Each record must be reproduced exactly as it is shown.

_ _ _

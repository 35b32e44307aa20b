// Every entry of the planting field table reaches each place built from it: the cell and API
// schemas, the crew lead's editable list, the database mapping, the grid's values and columns,
// a new row's defaults and next season's copy. A new field that passes here needs no other file.
import { describe, expect, it } from 'vitest';
import {
	fieldSpec,
	fromColumns,
	initialValue,
	nextSeasonColumns,
	plantingFieldNames,
	recordFields,
	toColumns
} from '$lib/plantings/fields';
import {
	checkCell,
	editableFields,
	plantingCreateSchema,
	plantingFields,
	plantingPatchSchema
} from '$lib/schemas/planting';
import { columns } from '$lib/components/grid/columns';
import { valuesOf } from '$lib/components/grid/rows';
import { defaultValues } from '$lib/components/grid/grid-state.svelte';
import type { PlantingView } from '$lib/types';
import { plantingColumns } from '$lib/server/export/planting-columns';
import { plantingRowSchema } from '$lib/schemas/import';

// A stored row as MariaDB answers it (DECIMAL columns as strings), written by hand.
const stored: Record<string, unknown> = {
	variety_id: 7,
	bed_id: 3,
	start_ft: '12.50',
	length_ft: '40.00',
	rows: 3,
	in_row_spacing_in: '2.00',
	seeds_per_spot: 1,
	method: 'transplant',
	field_date: '2027-05-10',
	status: 'harvesting',
	actual_tray_sow_date: '2027-04-02',
	actual_field_date: '2027-05-11',
	actual_first_harvest: '2027-06-20',
	actual_last_harvest: null,
	notes: 'north end wet'
};

describe('the planting field table', () => {
	it('names a distinct database column for every field, and every column the hand-written row holds', () => {
		const cols = plantingFieldNames.map((f) => fieldSpec(f).column);
		expect(new Set(cols).size).toBe(cols.length);
		expect([...cols].sort()).toEqual(Object.keys(stored).sort());
	});

	it('reads a stored row into values (decimals as numbers) and writes the same columns back', () => {
		const values = fromColumns(stored);
		expect(values).toMatchObject({
			varietyId: 7,
			startFt: 12.5,
			lengthFt: 40,
			inRowSpacingIn: 2,
			status: 'harvesting',
			actualLastHarvest: null
		});
		expect(toColumns(values)).toEqual({ ...stored, start_ft: 12.5, length_ft: 40, in_row_spacing_in: 2 });
	});

	it('gives every field a cell schema, a PATCH key and, with no initial value, a required POST key', () => {
		for (const f of plantingFieldNames) {
			expect(plantingFields[f]).toBe(fieldSpec(f).schema);
			expect(plantingPatchSchema.safeParse({ version: 1, [f]: fromColumns(stored)[f] }).success).toBe(true);
		}
		const missing = plantingCreateSchema.safeParse({});
		const required = plantingFieldNames.filter((f) => fieldSpec(f).initial === undefined);
		expect(required).toEqual(['varietyId', 'lengthFt', 'fieldDate']);
		const named = missing.success ? [] : missing.error.issues.map((i) => String(i.path[0]));
		expect(named.sort()).toEqual([...required].sort());
		expect(checkCell('lengthFt', '0').ok).toBe(false);
	});

	it("lets the crew lead edit exactly the 'record' fields", () => {
		expect(recordFields).toEqual(plantingFieldNames.filter((f) => fieldSpec(f).edit === 'record'));
		expect(editableFields('crew_lead')).toEqual(recordFields);
	});

	it('gives every field a grid column that edits it, and the grid row its value', () => {
		for (const f of plantingFieldNames) expect(columns.some((c) => c.field === f)).toBe(true);
		const view = { ...fromColumns(stored), id: 1 } as unknown as PlantingView;
		expect(valuesOf(view)).toEqual(fromColumns(stored));
		const plain = plantingFieldNames.filter((f) => fieldSpec(f).grid);
		for (const f of plain) expect(columns.find((c) => c.id === fieldSpec(f).grid!.id)?.field).toBe(f);
	});

	it("starts a new grid row from each field's initial value", () => {
		const row = defaultValues(undefined);
		for (const f of plantingFieldNames)
			if (!['varietyId', 'lengthFt', 'fieldDate'].includes(f)) expect(row[f]).toEqual(initialValue(f, undefined));
	});

	it("copies 'keep' fields to next season, clears 'clear' ones and leaves 'moved' ones to the copy", () => {
		const next = nextSeasonColumns(stored);
		for (const f of plantingFieldNames) {
			const { column, nextSeason } = fieldSpec(f);
			if (nextSeason === 'keep') expect(next[column]).toEqual(fromColumns(stored)[f]);
			else if (nextSeason === 'clear') expect(next[column]).toEqual(initialValue(f, undefined));
			else expect(column in next).toBe(false);
		}
		expect(next).toMatchObject({ status: 'planned', actual_tray_sow_date: null, length_ft: 40, method: 'transplant' });
	});

	it('gives every field with a file column a Plantings sheet column, and the import a cell of it', () => {
		const keys = plantingColumns.map((c) => c.key);
		for (const f of plantingFieldNames) {
			const file = fieldSpec(f).file;
			if (!file) continue;
			expect(plantingColumns.find((c) => c.key === f)?.header).toBe(file.header);
			expect(Object.keys(plantingRowSchema.shape)).toContain(f);
		}
		// Only the references are written as names: the variety as crop and variety, the bed by its name.
		expect(plantingFieldNames.filter((f) => !fieldSpec(f).file)).toEqual(['varietyId', 'bedId']);
		expect(keys.slice(0, 4)).toEqual(['crop', 'variety', 'block', 'bed']);
		expect(keys.at(-1)).toBe('id');
	});
});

_ _ _

## Result
repository 35b32e44307aa20b
// Every entry of the planting field table reaches each place built from it: the cell and API
// schemas, the crew lead's editable list, the database mapping, the grid's values and columns,
// a new row's defaults and next season's copy. A new field that passes here needs no other file.
import { describe, expect, it } from 'vitest';
import {
	fieldSpec,
	fromColumns,
	initialValue,
	nextSeasonColumns,
	plantingFieldNames,
	recordFields,
	toColumns
} from '$lib/plantings/fields';
import {
	checkCell,
	editableFields,
	plantingCreateSchema,
	plantingFields,
	plantingPatchSchema
} from '$lib/schemas/planting';
import { columns } from '$lib/components/grid/columns';
import { valuesOf } from '$lib/components/grid/rows';
import { defaultValues } from '$lib/components/grid/grid-state.svelte';
import type { PlantingView } from '$lib/types';
import { plantingColumns } from '$lib/server/export/planting-columns';
import { plantingRowSchema } from '$lib/schemas/import';

// A stored row as MariaDB answers it (DECIMAL columns as strings), written by hand.
const stored: Record<string, unknown> = {
	variety_id: 7,
	bed_id: 3,
	start_ft: '12.50',
	length_ft: '40.00',
	rows: 3,
	in_row_spacing_in: '2.00',
	seeds_per_spot: 1,
	method: 'transplant',
	field_date: '2027-05-10',
	status: 'harvesting',
	actual_tray_sow_date: '2027-04-02',
	actual_field_date: '2027-05-11',
	actual_first_harvest: '2027-06-20',
	actual_last_harvest: null,
	notes: 'north end wet'
};

describe('the planting field table', () => {
	it('names a distinct database column for every field, and every column the hand-written row holds', () => {
		const cols = plantingFieldNames.map((f) => fieldSpec(f).column);
		expect(new Set(cols).size).toBe(cols.length);
		expect([...cols].sort()).toEqual(Object.keys(stored).sort());
	});

	it('reads a stored row into values (decimals as numbers) and writes the same columns back', () => {
		const values = fromColumns(stored);
		expect(values).toMatchObject({
			varietyId: 7,
			startFt: 12.5,
			lengthFt: 40,
			inRowSpacingIn: 2,
			status: 'harvesting',
			actualLastHarvest: null
		});
		expect(toColumns(values)).toEqual({ ...stored, start_ft: 12.5, length_ft: 40, in_row_spacing_in: 2 });
	});

	it('gives every field a cell schema, a PATCH key and, with no initial value, a required POST key', () => {
		for (const f of plantingFieldNames) {
			expect(plantingFields[f]).toBe(fieldSpec(f).schema);
			expect(plantingPatchSchema.safeParse({ version: 1, [f]: fromColumns(stored)[f] }).success).toBe(true);
		}
		const missing = plantingCreateSchema.safeParse({});
		const required = plantingFieldNames.filter((f) => fieldSpec(f).initial === undefined);
		expect(required).toEqual(['varietyId', 'lengthFt', 'fieldDate']);
		const named = missing.success ? [] : missing.error.issues.map((i) => String(i.path[0]));
		expect(named.sort()).toEqual([...required].sort());
		expect(checkCell('lengthFt', '0').ok).toBe(false);
	});

	it("lets the crew lead edit exactly the 'record' fields", () => {
		expect(recordFields).toEqual(plantingFieldNames.filter((f) => fieldSpec(f).edit === 'record'));
		expect(editableFields('crew_lead')).toEqual(recordFields);
	});

	it('gives every field a grid column that edits it, and the grid row its value', () => {
		for (const f of plantingFieldNames) expect(columns.some((c) => c.field === f)).toBe(true);
		const view = { ...fromColumns(stored), id: 1 } as unknown as PlantingView;
		expect(valuesOf(view)).toEqual(fromColumns(stored));
		const plain = plantingFieldNames.filter((f) => fieldSpec(f).grid);
		for (const f of plain) expect(columns.find((c) => c.id === fieldSpec(f).grid!.id)?.field).toBe(f);
	});

	it("starts a new grid row from each field's initial value", () => {
		const row = defaultValues(undefined);
		for (const f of plantingFieldNames)
			if (!['varietyId', 'lengthFt', 'fieldDate'].includes(f)) expect(row[f]).toEqual(initialValue(f, undefined));
	});

	it("copies 'keep' fields to next season, clears 'clear' ones and leaves 'moved' ones to the copy", () => {
		const next = nextSeasonColumns(stored);
		for (const f of plantingFieldNames) {
			const { column, nextSeason } = fieldSpec(f);
			if (nextSeason === 'keep') expect(next[column]).toEqual(fromColumns(stored)[f]);
			else if (nextSeason === 'clear') expect(next[column]).toEqual(initialValue(f, undefined));
			else expect(column in next).toBe(false);
		}
		expect(next).toMatchObject({ status: 'planned', actual_tray_sow_date: null, length_ft: 40, method: 'transplant' });
	});

	it('gives every field with a file column a Plantings sheet column, and the import a cell of it', () => {
		const keys = plantingColumns.map((c) => c.key);
		for (const f of plantingFieldNames) {
			const file = fieldSpec(f).file;
			if (!file) continue;
			expect(plantingColumns.find((c) => c.key === f)?.header).toBe(file.header);
			expect(Object.keys(plantingRowSchema.shape)).toContain(f);
		}
		// Only the references are written as names: the variety as crop and variety, the bed by its name.
		expect(plantingFieldNames.filter((f) => !fieldSpec(f).file)).toEqual(['varietyId', 'bedId']);
		expect(keys.slice(0, 4)).toEqual(['crop', 'variety', 'block', 'bed']);
		expect(keys.at(-1)).toBe('id');
	});
});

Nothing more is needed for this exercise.